The problem: Filter the listing and keep only the lines with the word "right".

--- Provided information ---

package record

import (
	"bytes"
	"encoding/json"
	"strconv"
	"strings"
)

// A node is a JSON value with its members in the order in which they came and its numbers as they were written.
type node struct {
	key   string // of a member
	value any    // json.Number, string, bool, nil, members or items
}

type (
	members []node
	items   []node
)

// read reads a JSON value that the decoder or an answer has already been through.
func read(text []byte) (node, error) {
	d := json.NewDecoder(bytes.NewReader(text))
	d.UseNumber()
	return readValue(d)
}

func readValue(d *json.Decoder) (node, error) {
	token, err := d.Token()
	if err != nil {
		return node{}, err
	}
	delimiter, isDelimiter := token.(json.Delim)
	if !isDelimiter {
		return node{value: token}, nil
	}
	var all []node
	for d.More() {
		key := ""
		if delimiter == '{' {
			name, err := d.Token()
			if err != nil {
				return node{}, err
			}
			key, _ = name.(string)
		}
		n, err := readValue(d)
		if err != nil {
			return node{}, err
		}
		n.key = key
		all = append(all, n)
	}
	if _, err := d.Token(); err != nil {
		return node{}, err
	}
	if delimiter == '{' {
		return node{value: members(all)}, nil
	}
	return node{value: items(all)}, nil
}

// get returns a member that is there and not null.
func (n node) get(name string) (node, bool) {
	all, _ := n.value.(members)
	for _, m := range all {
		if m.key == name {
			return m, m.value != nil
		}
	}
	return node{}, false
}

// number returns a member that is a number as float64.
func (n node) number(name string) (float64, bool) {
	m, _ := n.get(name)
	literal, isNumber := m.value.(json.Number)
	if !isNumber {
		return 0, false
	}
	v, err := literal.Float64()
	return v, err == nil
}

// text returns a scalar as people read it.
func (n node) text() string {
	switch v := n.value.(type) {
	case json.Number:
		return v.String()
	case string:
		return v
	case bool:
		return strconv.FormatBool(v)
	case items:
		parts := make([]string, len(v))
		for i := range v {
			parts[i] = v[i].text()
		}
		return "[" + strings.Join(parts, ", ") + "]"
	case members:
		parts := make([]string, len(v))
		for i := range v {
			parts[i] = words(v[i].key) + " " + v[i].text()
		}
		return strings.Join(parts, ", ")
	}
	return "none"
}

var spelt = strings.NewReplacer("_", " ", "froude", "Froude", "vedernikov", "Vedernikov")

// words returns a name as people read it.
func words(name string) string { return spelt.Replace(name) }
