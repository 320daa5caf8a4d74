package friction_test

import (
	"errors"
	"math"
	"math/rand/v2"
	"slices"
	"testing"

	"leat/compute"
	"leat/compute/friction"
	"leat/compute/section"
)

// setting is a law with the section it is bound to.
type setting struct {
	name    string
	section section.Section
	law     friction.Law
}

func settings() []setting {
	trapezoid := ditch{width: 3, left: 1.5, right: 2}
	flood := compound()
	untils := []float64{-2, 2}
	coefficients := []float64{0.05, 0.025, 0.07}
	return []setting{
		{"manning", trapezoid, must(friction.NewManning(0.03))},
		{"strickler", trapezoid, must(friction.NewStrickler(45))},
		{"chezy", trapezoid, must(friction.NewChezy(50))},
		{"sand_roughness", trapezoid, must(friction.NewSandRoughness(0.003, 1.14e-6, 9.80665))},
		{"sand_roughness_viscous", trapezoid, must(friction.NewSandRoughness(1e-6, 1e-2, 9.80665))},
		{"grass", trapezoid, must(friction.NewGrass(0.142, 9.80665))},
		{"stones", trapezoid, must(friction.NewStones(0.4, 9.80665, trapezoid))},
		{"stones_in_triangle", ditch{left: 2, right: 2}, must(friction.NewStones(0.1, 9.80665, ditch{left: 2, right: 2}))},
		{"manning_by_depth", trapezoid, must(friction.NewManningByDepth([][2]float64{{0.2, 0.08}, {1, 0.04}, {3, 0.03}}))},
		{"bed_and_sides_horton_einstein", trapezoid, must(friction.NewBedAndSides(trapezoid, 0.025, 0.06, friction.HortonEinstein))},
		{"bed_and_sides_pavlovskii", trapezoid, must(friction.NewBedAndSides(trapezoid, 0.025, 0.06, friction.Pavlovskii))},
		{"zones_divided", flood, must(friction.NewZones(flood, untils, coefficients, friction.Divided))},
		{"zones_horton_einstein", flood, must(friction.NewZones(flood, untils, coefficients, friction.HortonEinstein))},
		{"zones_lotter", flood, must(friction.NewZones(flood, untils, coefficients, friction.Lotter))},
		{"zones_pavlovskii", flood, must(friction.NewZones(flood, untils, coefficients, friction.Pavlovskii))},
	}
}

---

Answer for the task:
	trapezoid := ditch{width: 3, left: 1.5, right: 2}
		{"stones_in_triangle", ditch{left: 2, right: 2}, must(friction.NewStones(0.1, 9.80665, ditch{left: 2, right: 2}))},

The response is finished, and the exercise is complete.